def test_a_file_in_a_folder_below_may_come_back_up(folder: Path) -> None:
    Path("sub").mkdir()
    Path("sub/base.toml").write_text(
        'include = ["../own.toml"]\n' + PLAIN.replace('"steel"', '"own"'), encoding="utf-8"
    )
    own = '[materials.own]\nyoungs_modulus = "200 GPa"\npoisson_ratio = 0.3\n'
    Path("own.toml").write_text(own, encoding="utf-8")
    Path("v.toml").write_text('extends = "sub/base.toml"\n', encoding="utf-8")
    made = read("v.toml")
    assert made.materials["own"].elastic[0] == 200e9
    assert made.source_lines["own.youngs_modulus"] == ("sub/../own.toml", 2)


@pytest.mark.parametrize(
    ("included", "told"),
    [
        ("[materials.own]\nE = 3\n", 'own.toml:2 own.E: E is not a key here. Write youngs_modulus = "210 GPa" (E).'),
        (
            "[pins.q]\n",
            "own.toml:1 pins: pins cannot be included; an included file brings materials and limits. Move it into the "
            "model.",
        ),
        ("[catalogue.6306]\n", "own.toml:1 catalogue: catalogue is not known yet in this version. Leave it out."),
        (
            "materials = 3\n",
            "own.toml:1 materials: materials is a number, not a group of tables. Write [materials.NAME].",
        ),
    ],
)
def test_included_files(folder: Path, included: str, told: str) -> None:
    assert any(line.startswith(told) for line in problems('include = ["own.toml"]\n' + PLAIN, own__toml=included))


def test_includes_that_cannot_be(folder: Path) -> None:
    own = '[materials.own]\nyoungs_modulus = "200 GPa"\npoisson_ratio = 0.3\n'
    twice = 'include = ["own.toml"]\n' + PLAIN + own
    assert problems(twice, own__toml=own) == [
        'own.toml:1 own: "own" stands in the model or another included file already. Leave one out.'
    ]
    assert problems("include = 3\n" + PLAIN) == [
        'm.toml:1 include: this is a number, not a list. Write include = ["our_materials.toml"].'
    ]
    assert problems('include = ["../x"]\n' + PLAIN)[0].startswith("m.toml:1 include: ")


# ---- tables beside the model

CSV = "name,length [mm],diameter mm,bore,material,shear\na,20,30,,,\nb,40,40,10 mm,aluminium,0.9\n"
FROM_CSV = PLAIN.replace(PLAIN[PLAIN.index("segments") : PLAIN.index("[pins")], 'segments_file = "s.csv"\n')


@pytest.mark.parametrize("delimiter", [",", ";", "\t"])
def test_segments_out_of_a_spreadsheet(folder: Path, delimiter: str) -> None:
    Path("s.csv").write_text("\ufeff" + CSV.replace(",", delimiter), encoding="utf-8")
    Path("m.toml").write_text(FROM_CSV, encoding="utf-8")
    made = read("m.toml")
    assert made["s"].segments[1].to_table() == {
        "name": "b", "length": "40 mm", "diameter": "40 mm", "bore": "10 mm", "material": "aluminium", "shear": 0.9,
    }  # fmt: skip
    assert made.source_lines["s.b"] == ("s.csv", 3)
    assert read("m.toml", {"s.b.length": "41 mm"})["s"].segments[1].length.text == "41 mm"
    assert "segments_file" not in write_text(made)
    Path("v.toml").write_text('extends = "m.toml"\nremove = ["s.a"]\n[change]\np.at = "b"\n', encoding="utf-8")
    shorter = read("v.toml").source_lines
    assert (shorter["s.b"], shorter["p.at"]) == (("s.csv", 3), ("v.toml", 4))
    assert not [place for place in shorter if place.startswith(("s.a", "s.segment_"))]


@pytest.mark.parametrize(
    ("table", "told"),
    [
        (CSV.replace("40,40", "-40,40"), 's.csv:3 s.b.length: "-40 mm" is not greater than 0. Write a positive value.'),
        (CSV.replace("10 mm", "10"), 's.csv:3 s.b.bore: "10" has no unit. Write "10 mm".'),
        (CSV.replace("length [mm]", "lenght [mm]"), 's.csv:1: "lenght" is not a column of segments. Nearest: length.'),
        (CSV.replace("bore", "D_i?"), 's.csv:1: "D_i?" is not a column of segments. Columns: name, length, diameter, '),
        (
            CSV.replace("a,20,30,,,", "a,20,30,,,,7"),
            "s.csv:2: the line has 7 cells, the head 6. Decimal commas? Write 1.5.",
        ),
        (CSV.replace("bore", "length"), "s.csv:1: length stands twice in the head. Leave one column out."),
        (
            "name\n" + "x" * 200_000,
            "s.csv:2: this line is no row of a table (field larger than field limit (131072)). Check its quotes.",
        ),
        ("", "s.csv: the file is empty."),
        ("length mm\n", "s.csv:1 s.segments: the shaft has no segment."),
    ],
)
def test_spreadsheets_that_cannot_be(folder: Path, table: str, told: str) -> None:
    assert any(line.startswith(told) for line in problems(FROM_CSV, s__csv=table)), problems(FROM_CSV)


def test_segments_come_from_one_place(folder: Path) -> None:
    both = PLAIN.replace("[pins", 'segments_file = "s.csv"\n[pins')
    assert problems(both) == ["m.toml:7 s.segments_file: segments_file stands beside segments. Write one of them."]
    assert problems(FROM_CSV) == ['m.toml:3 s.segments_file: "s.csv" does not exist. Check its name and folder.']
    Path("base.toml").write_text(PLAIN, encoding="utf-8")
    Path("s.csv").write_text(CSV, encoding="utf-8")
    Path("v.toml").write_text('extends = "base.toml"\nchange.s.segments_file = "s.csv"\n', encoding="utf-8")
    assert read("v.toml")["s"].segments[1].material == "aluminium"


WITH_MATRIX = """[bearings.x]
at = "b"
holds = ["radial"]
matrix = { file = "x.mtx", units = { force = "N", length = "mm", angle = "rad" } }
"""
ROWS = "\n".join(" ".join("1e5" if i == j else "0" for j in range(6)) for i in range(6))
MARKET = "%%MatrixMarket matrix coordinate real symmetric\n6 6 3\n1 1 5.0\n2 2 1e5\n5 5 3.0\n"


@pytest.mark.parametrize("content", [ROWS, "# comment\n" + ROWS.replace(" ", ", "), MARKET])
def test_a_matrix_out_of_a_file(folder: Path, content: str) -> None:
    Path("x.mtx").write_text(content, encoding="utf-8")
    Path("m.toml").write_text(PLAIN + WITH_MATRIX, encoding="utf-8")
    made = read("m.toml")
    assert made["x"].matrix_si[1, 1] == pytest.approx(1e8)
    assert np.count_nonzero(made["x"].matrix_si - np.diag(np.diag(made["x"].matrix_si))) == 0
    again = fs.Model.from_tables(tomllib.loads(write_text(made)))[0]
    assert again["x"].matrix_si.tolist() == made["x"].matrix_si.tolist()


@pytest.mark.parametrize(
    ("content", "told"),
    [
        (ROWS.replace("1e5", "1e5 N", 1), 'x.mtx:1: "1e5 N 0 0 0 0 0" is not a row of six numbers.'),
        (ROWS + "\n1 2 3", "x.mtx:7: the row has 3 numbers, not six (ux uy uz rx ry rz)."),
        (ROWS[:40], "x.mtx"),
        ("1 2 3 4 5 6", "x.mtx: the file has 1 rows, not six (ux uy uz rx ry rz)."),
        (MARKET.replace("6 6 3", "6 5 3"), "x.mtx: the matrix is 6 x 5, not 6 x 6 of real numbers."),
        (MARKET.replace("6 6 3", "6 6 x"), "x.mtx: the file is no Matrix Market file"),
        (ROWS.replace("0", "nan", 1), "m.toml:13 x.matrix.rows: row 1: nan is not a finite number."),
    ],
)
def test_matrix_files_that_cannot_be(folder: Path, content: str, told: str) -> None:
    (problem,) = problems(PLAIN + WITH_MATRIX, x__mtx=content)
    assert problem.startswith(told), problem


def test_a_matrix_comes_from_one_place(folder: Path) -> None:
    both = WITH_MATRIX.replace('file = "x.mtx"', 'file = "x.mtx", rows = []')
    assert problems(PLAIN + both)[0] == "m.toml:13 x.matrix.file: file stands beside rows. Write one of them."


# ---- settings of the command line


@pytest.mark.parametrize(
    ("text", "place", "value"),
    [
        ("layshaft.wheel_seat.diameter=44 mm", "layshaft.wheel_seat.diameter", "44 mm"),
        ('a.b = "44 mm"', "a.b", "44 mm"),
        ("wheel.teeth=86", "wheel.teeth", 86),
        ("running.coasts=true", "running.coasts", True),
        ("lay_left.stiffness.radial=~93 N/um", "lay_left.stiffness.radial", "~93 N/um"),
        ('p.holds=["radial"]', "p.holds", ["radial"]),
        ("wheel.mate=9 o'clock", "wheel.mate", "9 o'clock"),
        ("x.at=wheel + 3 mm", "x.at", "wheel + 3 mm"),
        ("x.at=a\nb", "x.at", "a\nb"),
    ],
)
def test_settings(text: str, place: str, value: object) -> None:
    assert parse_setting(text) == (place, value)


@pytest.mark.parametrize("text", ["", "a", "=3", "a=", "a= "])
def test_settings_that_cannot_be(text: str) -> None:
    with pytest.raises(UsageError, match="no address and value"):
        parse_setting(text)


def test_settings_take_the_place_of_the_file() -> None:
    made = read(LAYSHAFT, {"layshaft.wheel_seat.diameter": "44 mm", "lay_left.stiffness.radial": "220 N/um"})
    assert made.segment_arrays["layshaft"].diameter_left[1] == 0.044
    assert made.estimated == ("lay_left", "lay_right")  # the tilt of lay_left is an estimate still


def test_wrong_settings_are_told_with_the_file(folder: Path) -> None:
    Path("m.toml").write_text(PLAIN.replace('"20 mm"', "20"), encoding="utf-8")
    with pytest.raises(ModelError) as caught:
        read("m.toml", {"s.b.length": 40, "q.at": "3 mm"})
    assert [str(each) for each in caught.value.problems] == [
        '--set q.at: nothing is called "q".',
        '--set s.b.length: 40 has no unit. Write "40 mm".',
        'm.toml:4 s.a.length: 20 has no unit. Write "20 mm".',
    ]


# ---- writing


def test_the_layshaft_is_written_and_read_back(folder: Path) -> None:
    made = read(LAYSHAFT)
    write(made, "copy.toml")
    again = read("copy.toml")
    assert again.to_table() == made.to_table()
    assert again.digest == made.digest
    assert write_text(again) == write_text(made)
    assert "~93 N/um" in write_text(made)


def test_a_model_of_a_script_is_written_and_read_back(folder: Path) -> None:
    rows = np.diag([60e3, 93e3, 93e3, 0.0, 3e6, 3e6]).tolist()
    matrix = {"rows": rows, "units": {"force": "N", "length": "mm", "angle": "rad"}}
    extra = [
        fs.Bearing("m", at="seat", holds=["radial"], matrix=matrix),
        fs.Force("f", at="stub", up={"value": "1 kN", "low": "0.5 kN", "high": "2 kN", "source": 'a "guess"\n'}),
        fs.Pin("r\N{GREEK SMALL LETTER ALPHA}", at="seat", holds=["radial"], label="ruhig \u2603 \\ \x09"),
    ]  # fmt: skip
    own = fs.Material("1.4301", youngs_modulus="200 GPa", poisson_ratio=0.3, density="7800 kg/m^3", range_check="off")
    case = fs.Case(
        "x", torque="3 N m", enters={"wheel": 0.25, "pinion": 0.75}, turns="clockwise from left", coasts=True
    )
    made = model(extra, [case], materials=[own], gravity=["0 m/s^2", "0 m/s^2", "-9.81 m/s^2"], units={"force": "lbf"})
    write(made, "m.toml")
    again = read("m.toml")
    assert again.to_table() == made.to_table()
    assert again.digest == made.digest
---
◆ **Exercise instructions**:
Only the lines with the string "coasts" are wanted; pick them out of the records above and copy them.

◆ **Exercise response**:
        ("running.coasts=true", "running.coasts", True),
        "x", torque="3 N m", enters={"wheel": 0.25, "pinion": 0.75}, turns="clockwise from left", coasts=True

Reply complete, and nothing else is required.